§ **Work to be completed**:
From the data below, set down exactly the lines between the one holding "const g = new Float64Array(size);" and the one holding "const exRe: Float64Array[]", inclusive, and no others.
◇ ◇ ◇
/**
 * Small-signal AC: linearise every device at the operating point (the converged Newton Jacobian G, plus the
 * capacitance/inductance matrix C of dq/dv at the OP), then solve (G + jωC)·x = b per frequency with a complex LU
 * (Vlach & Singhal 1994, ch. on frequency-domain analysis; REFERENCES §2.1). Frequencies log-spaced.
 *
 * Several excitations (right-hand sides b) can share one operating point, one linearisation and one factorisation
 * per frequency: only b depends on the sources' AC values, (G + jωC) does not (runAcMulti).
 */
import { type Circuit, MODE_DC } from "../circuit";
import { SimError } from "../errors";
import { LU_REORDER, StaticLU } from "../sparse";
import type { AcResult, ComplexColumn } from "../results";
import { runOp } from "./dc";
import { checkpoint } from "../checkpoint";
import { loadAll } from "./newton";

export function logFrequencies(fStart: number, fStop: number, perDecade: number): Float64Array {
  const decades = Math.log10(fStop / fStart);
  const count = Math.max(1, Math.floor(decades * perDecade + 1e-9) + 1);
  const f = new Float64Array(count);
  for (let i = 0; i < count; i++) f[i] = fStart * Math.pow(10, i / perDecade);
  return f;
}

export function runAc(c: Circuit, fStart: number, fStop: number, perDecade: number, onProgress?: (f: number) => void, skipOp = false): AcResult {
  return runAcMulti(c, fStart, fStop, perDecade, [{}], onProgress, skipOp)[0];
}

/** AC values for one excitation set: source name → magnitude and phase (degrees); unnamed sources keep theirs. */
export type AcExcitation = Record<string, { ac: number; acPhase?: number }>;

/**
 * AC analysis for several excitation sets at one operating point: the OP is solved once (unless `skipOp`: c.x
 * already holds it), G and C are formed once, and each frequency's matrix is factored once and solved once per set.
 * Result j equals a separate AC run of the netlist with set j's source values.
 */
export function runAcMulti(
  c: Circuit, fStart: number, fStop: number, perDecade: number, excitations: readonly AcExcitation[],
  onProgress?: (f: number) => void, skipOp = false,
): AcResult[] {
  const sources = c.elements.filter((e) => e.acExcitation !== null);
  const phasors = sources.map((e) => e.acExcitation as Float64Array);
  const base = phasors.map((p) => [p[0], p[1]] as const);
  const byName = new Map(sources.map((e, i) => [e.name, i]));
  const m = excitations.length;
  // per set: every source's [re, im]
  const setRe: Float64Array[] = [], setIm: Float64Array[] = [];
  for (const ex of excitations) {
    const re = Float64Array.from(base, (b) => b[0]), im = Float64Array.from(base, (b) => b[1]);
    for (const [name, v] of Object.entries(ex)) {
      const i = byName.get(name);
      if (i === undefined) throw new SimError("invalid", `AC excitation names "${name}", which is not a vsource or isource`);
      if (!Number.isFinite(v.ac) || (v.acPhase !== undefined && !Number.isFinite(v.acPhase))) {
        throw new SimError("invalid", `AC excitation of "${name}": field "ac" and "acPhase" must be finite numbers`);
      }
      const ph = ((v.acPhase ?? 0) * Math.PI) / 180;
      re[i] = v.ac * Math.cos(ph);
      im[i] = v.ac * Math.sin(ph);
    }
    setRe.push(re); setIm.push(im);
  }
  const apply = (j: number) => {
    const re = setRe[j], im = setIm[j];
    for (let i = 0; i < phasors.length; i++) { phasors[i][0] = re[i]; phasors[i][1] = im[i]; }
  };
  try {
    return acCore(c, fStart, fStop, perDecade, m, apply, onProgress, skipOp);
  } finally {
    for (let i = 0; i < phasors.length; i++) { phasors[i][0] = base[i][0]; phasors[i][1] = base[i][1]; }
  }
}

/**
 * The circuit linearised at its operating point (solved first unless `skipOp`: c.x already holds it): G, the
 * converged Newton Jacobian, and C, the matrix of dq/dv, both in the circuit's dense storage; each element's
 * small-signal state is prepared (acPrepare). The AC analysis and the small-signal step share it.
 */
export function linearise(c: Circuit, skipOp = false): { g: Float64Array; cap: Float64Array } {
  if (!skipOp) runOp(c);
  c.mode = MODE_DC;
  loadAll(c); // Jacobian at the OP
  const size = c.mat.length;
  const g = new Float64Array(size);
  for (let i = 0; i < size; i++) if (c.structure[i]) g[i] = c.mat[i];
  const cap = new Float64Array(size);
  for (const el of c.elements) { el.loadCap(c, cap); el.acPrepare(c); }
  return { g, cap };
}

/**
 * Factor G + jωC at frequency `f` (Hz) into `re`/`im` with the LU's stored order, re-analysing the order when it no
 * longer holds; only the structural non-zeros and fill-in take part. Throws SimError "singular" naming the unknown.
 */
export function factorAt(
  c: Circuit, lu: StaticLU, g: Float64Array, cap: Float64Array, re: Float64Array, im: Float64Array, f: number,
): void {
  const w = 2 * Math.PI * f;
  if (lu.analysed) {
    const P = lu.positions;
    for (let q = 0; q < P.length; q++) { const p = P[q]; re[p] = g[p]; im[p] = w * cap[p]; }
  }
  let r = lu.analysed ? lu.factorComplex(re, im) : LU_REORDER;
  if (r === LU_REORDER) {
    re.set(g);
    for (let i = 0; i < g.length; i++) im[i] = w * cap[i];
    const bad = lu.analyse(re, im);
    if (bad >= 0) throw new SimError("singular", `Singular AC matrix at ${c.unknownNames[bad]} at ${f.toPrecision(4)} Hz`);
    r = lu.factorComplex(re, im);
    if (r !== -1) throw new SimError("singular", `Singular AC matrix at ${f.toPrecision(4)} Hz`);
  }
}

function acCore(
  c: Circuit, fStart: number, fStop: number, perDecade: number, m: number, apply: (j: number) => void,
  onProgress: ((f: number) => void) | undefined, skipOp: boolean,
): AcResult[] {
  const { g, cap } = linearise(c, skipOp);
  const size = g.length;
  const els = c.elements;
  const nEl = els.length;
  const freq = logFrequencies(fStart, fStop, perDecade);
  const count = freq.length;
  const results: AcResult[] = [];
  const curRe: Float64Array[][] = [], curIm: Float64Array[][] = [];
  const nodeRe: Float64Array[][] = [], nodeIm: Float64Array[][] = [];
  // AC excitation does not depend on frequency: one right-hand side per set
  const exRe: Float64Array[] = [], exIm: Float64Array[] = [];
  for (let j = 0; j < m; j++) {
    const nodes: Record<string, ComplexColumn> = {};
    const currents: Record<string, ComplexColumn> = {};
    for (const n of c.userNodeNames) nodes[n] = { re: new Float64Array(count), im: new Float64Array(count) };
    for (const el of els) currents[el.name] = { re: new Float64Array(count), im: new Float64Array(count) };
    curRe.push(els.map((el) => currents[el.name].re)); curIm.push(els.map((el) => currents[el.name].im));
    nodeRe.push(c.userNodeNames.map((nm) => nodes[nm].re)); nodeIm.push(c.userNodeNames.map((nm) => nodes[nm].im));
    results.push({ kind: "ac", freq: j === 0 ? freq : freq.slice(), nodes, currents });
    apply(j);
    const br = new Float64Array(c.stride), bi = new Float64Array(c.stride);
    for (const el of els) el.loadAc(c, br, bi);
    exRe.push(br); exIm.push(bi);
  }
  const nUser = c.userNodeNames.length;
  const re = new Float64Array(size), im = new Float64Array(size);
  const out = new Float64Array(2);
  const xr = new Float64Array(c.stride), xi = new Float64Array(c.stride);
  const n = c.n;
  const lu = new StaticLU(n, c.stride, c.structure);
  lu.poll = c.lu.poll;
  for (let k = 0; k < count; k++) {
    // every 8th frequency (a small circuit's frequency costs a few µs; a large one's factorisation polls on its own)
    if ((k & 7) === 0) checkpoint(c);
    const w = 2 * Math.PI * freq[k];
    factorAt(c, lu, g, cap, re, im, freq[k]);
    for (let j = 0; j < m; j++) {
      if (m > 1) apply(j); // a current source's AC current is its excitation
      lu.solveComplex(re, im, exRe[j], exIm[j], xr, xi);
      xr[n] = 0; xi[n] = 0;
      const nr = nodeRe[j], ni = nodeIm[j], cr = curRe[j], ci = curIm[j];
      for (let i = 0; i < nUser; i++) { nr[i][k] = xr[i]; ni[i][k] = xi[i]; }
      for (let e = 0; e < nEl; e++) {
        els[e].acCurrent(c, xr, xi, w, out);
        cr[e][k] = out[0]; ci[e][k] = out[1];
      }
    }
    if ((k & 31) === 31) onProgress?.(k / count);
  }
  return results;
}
◇ ◇ ◇
§ **Response area**:
  const g = new Float64Array(size);
  for (let i = 0; i < size; i++) if (c.structure[i]) g[i] = c.mat[i];
  const cap = new Float64Array(size);
  for (const el of c.elements) { el.loadCap(c, cap); el.acPrepare(c); }
  return { g, cap };
}

/**
 * Factor G + jωC at frequency `f` (Hz) into `re`/`im` with the LU's stored order, re-analysing the order when it no
 * longer holds; only the structural non-zeros and fill-in take part. Throws SimError "singular" naming the unknown.
 */
export function factorAt(
  c: Circuit, lu: StaticLU, g: Float64Array, cap: Float64Array, re: Float64Array, im: Float64Array, f: number,
): void {
  const w = 2 * Math.PI * f;
  if (lu.analysed) {
    const P = lu.positions;
    for (let q = 0; q < P.length; q++) { const p = P[q]; re[p] = g[p]; im[p] = w * cap[p]; }
  }
  let r = lu.analysed ? lu.factorComplex(re, im) : LU_REORDER;
  if (r === LU_REORDER) {
    re.set(g);
    for (let i = 0; i < g.length; i++) im[i] = w * cap[i];
    const bad = lu.analyse(re, im);
    if (bad >= 0) throw new SimError("singular", `Singular AC matrix at ${c.unknownNames[bad]} at ${f.toPrecision(4)} Hz`);
    r = lu.factorComplex(re, im);
    if (r !== -1) throw new SimError("singular", `Singular AC matrix at ${f.toPrecision(4)} Hz`);
  }
}

function acCore(
  c: Circuit, fStart: number, fStop: number, perDecade: number, m: number, apply: (j: number) => void,
  onProgress: ((f: number) => void) | undefined, skipOp: boolean,
): AcResult[] {
  const { g, cap } = linearise(c, skipOp);
  const size = g.length;
  const els = c.elements;
  const nEl = els.length;
  const freq = logFrequencies(fStart, fStop, perDecade);
  const count = freq.length;
  const results: AcResult[] = [];
  const curRe: Float64Array[][] = [], curIm: Float64Array[][] = [];
  const nodeRe: Float64Array[][] = [], nodeIm: Float64Array[][] = [];
  // AC excitation does not depend on frequency: one right-hand side per set
  const exRe: Float64Array[] = [], exIm: Float64Array[] = [];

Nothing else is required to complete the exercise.